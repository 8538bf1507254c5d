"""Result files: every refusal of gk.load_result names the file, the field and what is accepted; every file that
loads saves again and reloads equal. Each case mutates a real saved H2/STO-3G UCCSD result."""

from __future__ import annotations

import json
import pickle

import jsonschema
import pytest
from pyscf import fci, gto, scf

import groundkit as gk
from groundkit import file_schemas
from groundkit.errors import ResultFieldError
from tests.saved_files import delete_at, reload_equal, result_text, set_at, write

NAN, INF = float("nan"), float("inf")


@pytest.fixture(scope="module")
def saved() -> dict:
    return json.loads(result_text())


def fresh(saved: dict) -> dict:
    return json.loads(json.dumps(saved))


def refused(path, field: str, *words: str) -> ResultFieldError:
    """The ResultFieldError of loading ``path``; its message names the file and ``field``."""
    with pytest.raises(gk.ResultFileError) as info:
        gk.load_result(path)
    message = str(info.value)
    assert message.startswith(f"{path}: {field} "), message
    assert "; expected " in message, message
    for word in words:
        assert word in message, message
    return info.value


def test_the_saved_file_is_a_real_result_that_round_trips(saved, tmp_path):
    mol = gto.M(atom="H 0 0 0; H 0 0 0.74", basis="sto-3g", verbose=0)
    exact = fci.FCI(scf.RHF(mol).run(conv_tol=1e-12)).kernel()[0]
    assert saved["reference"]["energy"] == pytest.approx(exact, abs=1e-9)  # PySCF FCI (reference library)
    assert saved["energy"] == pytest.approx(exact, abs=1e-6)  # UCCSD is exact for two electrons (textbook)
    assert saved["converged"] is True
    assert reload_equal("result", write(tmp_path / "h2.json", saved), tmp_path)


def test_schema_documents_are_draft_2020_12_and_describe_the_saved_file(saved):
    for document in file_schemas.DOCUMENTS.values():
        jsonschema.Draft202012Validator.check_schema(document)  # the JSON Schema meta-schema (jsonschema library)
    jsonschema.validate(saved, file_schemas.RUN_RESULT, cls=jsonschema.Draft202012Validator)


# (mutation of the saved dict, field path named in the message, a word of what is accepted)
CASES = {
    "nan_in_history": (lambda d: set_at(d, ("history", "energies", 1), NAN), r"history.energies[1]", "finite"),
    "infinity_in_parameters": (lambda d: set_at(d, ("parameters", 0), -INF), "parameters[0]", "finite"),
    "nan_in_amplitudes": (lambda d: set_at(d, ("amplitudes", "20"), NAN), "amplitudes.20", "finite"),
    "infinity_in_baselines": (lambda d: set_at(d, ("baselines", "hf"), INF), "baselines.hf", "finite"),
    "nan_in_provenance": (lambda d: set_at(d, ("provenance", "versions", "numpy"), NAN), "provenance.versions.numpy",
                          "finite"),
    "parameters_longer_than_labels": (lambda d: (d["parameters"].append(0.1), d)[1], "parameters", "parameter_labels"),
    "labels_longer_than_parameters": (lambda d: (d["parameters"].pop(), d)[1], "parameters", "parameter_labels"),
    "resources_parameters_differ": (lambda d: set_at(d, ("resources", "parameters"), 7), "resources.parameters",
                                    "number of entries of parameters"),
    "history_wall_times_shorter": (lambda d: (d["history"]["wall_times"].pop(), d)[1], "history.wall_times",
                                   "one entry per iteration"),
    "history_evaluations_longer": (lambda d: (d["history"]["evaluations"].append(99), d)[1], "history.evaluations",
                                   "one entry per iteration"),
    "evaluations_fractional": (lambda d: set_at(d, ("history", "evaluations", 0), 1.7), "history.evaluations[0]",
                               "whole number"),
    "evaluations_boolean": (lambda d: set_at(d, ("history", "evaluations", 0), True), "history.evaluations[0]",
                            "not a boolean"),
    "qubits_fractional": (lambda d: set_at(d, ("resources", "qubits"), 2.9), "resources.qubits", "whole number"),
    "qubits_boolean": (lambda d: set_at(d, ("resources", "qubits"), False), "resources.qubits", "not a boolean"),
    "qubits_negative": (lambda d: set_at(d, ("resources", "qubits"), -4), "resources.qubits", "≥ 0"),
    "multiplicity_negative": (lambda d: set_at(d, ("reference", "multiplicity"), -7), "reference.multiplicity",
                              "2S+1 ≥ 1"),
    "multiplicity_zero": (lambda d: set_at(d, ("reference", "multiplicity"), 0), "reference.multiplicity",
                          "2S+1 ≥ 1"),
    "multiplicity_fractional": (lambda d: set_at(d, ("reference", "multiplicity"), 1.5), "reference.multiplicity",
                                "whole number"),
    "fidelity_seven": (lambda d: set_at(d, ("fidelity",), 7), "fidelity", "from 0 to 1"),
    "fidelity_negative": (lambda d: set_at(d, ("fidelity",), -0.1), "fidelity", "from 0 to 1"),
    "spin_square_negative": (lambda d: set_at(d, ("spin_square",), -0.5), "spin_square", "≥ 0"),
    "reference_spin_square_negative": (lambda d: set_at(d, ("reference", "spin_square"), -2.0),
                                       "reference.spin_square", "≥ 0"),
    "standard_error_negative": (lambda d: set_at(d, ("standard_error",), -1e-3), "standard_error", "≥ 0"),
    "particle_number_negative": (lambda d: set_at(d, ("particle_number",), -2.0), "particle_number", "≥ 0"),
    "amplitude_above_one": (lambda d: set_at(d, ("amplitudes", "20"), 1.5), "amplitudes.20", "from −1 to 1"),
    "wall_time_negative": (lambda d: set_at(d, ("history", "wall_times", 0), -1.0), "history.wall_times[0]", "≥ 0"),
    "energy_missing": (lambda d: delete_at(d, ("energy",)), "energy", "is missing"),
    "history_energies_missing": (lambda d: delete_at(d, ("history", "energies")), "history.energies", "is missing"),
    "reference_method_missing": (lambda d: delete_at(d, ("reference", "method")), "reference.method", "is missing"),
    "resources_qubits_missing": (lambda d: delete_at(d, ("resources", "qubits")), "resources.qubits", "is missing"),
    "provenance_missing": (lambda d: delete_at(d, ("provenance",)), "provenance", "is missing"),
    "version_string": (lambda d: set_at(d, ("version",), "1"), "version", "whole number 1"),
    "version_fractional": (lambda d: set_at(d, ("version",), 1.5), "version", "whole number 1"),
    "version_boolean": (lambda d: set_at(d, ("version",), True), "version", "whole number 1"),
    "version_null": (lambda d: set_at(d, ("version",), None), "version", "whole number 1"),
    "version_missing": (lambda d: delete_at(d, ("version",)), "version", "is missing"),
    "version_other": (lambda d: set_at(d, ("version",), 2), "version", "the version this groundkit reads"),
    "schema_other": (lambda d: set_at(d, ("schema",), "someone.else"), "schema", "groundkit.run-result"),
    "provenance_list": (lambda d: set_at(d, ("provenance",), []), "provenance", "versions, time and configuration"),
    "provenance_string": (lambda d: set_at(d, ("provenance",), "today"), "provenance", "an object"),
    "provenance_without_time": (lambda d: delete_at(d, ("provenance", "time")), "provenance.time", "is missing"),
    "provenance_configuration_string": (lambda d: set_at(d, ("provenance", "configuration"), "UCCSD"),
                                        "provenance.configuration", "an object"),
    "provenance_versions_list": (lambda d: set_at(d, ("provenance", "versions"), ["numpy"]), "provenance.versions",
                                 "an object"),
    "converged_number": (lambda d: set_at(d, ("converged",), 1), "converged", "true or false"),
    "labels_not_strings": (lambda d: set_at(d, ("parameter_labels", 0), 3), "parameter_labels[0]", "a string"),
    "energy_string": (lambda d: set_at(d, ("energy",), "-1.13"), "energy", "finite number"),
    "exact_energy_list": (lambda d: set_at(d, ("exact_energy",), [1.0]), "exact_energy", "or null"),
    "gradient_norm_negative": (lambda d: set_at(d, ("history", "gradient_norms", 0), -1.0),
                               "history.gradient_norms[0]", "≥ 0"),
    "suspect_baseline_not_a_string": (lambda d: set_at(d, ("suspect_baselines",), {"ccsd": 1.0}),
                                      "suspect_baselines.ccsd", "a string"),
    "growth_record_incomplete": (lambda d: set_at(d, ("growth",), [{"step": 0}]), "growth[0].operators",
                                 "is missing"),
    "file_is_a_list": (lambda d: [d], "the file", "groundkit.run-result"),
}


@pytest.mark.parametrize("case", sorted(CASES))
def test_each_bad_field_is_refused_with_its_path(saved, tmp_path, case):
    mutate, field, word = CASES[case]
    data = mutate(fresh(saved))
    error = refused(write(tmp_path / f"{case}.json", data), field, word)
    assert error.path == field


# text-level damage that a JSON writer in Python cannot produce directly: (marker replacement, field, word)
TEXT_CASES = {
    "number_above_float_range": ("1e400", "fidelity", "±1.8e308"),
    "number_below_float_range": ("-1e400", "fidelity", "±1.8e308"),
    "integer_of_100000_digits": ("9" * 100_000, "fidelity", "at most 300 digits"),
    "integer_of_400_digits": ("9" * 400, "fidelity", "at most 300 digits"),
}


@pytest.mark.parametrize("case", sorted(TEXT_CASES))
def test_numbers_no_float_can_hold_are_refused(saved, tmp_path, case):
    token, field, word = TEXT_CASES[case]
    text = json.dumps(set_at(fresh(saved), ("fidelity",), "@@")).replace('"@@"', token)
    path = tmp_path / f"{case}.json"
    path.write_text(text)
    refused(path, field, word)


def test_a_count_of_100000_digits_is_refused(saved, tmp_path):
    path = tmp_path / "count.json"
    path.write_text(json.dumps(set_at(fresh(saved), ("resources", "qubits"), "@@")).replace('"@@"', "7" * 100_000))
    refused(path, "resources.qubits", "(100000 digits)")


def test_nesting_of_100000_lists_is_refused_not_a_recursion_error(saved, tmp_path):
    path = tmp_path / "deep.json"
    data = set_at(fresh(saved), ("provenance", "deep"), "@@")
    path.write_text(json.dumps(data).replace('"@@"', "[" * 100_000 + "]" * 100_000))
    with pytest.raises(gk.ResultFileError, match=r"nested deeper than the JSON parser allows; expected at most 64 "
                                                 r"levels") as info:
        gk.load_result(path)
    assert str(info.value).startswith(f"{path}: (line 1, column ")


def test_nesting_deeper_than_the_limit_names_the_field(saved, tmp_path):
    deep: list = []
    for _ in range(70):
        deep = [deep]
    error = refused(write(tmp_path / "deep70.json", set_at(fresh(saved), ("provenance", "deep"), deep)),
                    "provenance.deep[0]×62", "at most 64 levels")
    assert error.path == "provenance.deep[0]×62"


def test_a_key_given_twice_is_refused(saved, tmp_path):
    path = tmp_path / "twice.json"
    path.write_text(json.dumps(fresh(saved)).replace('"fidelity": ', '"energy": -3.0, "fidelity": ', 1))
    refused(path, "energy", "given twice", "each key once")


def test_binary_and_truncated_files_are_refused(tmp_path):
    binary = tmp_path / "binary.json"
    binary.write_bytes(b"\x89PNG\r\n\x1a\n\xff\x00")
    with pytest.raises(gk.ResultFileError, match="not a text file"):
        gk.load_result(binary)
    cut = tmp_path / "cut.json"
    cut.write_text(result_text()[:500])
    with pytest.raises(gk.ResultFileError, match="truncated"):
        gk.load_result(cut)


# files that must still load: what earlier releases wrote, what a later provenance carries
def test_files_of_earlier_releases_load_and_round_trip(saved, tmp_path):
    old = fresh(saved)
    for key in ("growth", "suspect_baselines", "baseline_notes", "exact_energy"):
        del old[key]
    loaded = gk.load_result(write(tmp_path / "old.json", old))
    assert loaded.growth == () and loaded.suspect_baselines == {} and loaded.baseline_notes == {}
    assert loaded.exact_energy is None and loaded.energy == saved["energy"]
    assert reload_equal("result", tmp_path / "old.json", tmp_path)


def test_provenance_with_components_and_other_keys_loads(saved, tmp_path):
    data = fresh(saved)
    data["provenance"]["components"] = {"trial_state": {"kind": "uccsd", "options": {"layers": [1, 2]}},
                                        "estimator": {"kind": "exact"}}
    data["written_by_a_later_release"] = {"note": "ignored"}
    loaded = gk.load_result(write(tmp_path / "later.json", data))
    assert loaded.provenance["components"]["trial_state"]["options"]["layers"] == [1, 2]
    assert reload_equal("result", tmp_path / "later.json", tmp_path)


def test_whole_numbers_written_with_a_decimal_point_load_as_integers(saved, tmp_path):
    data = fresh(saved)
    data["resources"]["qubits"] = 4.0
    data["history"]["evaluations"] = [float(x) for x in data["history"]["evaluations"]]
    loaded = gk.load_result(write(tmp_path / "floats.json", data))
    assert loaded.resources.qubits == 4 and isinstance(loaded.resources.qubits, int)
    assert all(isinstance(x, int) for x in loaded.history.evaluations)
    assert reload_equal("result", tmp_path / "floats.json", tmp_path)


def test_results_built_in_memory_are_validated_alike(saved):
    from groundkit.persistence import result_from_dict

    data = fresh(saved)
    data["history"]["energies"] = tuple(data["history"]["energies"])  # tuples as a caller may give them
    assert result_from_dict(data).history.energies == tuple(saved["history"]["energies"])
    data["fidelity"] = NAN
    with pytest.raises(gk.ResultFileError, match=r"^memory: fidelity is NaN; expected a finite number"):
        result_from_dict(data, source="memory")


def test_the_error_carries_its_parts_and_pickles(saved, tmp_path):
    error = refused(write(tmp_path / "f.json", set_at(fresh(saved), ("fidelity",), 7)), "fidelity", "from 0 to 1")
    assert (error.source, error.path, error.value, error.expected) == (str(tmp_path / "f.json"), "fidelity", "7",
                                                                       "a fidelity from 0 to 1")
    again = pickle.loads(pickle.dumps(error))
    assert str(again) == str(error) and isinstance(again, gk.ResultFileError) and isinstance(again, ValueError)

Assignment — Across the records above, how many lines does the word "append" appear on? Reply with the number only.

Your solution — 2